• [Exercise instructions] Produce a verbatim transcription of the records below, beginning at the line containing "pocket = th_flow_pockets(flow, &pockets);" and ending at the final line; include only those lines.

• [Stored items]
__________

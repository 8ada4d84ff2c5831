/* twinhorizon: linear stability of sonic horizon pairs in Bose-Einstein condensates
 * SPDX-License-Identifier: GPL-3.0-or-later
 *
 * Horizons and pockets. Goes in: a flow and its samples. Comes out: where v - c changes sign, the
 * surface gravity there, the supersonic pockets and the top of their negative-energy band. May
 * call: sample, flow (evaluation), status.
 *
 * Symbols: n density, v speed, c sound speed, kappa = |d(c - v)/dx| surface gravity, k wave number,
 * s = k^2, omega frequency.
 * To add a number to th_pocket: a measure of one point and one line in fill_pocket.
 * Proved by tests/test_flow.c. */
#include "inside.h"

#include <gsl/gsl_math.h>
#include <stdlib.h>

/* v - c jumps at an edge when its two sides differ by more than this part of v; less is the noise
 * of a callback that computes the two sides differently. */
#define JUMP_TOLERANCE 1e-12
/* Halvings of a bracket: leave 1e-21 of the distance of two samples, below the rounding of x. */
enum { BISECTIONS = 70 };

double th_band_top(double v, double c)
{
    /* d omega/dk = 0 gives s^2/4 + s (c^2 - v^2/4) - c^2 (v^2 - c^2) = 0 for s = k^2, with
     * the positive root s = 2 (v^2/4 - c^2 + r), r = v sqrt(v^2/16 + c^2/2). */
    double b = v * v / 4 - c * c, r = v * sqrt(v * v / 16 + c * c / 2), s, p;

    if (!(v > c))
        return 0;
    s = b > 0 ? 2 * (b + r) : 2 * c * c * (v - c) * (v + c) / (r - b); /* without cancellation */
    /* omega = k (v - p), p = sqrt(c^2 + s/4), v - p = (v^2 - c^2 - s/4)/(v + p). */
    p = sqrt(c * c + s / 4);
    return sqrt(s) * ((v - c) * (v + c) - s / 4) / (v + p);
}

static double band_top(const th_flow_point *p)
{
    return th_band_top(p->v, p->c);
}

static double undulation_squared(const th_flow_point *p)
{
    return 4 * (p->v - p->c) * (p->v + p->c);
}

static double mach(const th_flow_point *p)
{
    return p->v / p->c;
}

/* The horizon between neighbouring samples, exactly one of which is supersonic. Neighbours across
 * the seam of a ring are the last and the first; a horizon there gets the position of the last. */
static th_horizon locate(const th_flow *flow, const th_flow_sample *left,
                         const th_flow_sample *right)
{
    bool black = th_flow_side(&right->point) > 0;
    const th_flow_point *l = &left->point, *r = &right->point;
    th_horizon h = {.kind = black ? TH_HORIZON_BLACK : TH_HORIZON_WHITE};
    double super = black ? right->x : left->x, other = black ? left->x : right->x;
    th_flow_point p = black ? *r : *l; /* the supersonic side */

    if (left->piece != right->piece || left > right) { /* at an edge or the seam */
        double jump = fabs((r->v - r->c) - (l->v - l->c));

        h.x = left->x;
        h.sharp = jump > JUMP_TOLERANCE * fmax(l->v, r->v);
        h.speed = (l->v + r->v) / 2;
    } else {
        for (int i = 0; i < BISECTIONS; i++) {
            double middle = super / 2 + other / 2;
            th_flow_point m;

            if (middle == super || middle == other)
                break;
            th_flow_eval(flow, left->piece, middle, &m);
            if (th_flow_side(&m) > 0) {
                super = middle;
                p = m;
            } else {
                other = middle;
            }
        }
        h.x = super;
        h.speed = p.v;
    }
    if (!h.sharp) {
        h.kappa = fabs(p.dc - p.dv);
        h.temperature = h.kappa / (2 * M_PI);
    }
    return h;
}

/* A crossing: sample index of its left neighbour, and the horizon. */
typedef struct {
    int left;
    th_horizon horizon;
} crossing;

/* All crossings in ascending order. Between samples of opposite sign, zeros aside, lies exactly
 * one: where the supersonic side begins. */
static int find_crossings(const th_flow *flow, const th_flow_sample *sample, int count,
                          crossing *found)
{
    bool ring = flow->ends.kind == TH_ENDS_RING;
    int first = 0, last, n = 0, steps;

    while (first < count && th_flow_side(&sample[first].point) == 0)
        first++;
    if (first == count)
        return 0;
    last = first;
    /* On a ring go once around, back to the first sample that has a sign. */
    steps = ring ? count : count - 1 - first;
    for (int s = 1; s <= steps; s++) {
        int i = (first + s) % count, side = th_flow_side(&sample[i].point), left, right;

        if (side == 0)
            continue;
        if (side != th_flow_side(&sample[last].point)) {
            left = side > 0 ? (i + count - 1) % count : last;
            right = (left + 1) % count;
            found[n].left = left;
            found[n++].horizon = locate(flow, &sample[left], &sample[right]);
        }
        last = i;
    }
    return n;
}

static int compare(const void *a, const void *b)
{
    const crossing *p = a, *q = b;

    return (p->left > q->left) - (p->left < q->left);
}

/* The pocket whose samples run from index first on, n of them (around the seam of a ring). */
static th_pocket fill_pocket(const th_flow *flow, const th_flow_sample *sample, int count,
                             int first, int n)
{
    static const th_flow_measure measure[3] = {band_top, undulation_squared, mach};
    double largest[3];
    th_pocket pocket = {0};

    for (int m = 0; m < 3; m++) {
        int best = first % count;

        for (int i = 1; i < n; i++) {
            int at = (first + i) % count;

            if (measure[m](&sample[at].point) > measure[m](&sample[best].point))
                best = at;
        }
        largest[m] = th_flow_refine(flow, sample, count, best, measure[m]);
    }
    pocket.omega_max = largest[0];
    pocket.undulation = sqrt(largest[1]);
    pocket.mach = largest[2];
    return pocket;
}

static int fill_pockets(th_flow *flow, const th_flow_sample *sample, int count, const crossing *at,
                        int crossings)
{
    bool ring = flow->ends.kind == TH_ENDS_RING;
    int n = 0;

    for (int i = 0; i < crossings; i++) {
        bool wraps = i == crossings - 1;
        const crossing *black = &at[i], *white = &at[wraps ? 0 : i + 1];

        if (black->horizon.kind != TH_HORIZON_BLACK || (wraps && !ring))
            continue;
        flow->pocket[n] = fill_pocket(flow, sample, count, black->left + 1,
                                      white->left - black->left + (wraps ? count : 0));
        flow->pocket[n].left = black->horizon.x;
        flow->pocket[n].right =
            white->horizon.x + (wraps ? flow->edge[flow->pieces] - flow->edge[0] : 0);
        n++;
    }
    return n;
}

th_status th_flow_find_horizons(th_flow *flow, const th_flow_sample *sample, int count,
                                th_error *err)
{
    th_status st = TH_EBUG;
    crossing *at = th_take(flow->workspace, (size_t)count, sizeof *at);
    int n;

    if (at == NULL) {
        st = th_fail(err, TH_ENOMEM, "horizons: room for %d crossings", count);
        goto done;
    }
    n = find_crossings(flow, sample, count, at);
    qsort(at, (size_t)n, sizeof *at, compare);
    flow->horizon = th_take(flow->workspace, (size_t)n, sizeof *flow->horizon);
    flow->pocket = th_take(flow->workspace, (size_t)n, sizeof *flow->pocket);
    if (flow->horizon == NULL || flow->pocket == NULL) {
        st = th_fail(err, TH_ENOMEM, "horizons: %d of them", n);
        goto done;
    }
    flow->horizons = n;
    for (int i = 0; i < n; i++)
        flow->horizon[i] = at[i].horizon;
    flow->pockets = fill_pockets(flow, sample, count, at, n);
    st = TH_OK;
done:
    th_give(flow->workspace, at);
    return st;
}

double th_flow_band_limit(const th_flow *flow)
{
    const double sound = th_flow_sound_max(flow);
    const int pieces = th_flow_pieces(flow);
    const bool open = th_flow_ends(flow).kind == TH_ENDS_OPEN;
    const th_pocket *pocket;
    const double *edge;
    double top = 0.0;
    int pockets, edges;

    pocket = th_flow_pockets(flow, &pockets);
    edge = th_flow_edges(flow, &edges);
    for (int i = 0; i < pockets; i++)
        top = fmax(top, pocket[i].omega_max);
    for (int i = open ? -1 : 0; i < pieces + (open ? 1 : 0); i++)
        for (int side = 0; side < 2; side++) {
            const int at = i < 0 ? 0 : i >= pieces ? pieces : i + side;
            th_flow_point point;

            th_flow_eval(flow, i, edge[at], &point);
            top = fmax(top, th_band_top(point.v, point.c));
        }
    return top > 0.0 ? top : 0.25 * sound * sound;
}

__________

• [Task output]
    pocket = th_flow_pockets(flow, &pockets);
    edge = th_flow_edges(flow, &edges);
    for (int i = 0; i < pockets; i++)
        top = fmax(top, pocket[i].omega_max);
    for (int i = open ? -1 : 0; i < pieces + (open ? 1 : 0); i++)
        for (int side = 0; side < 2; side++) {
            const int at = i < 0 ? 0 : i >= pieces ? pieces : i + side;
            th_flow_point point;

            th_flow_eval(flow, i, edge[at], &point);
            top = fmax(top, th_band_top(point.v, point.c));
        }
    return top > 0.0 ? top : 0.25 * sound * sound;
}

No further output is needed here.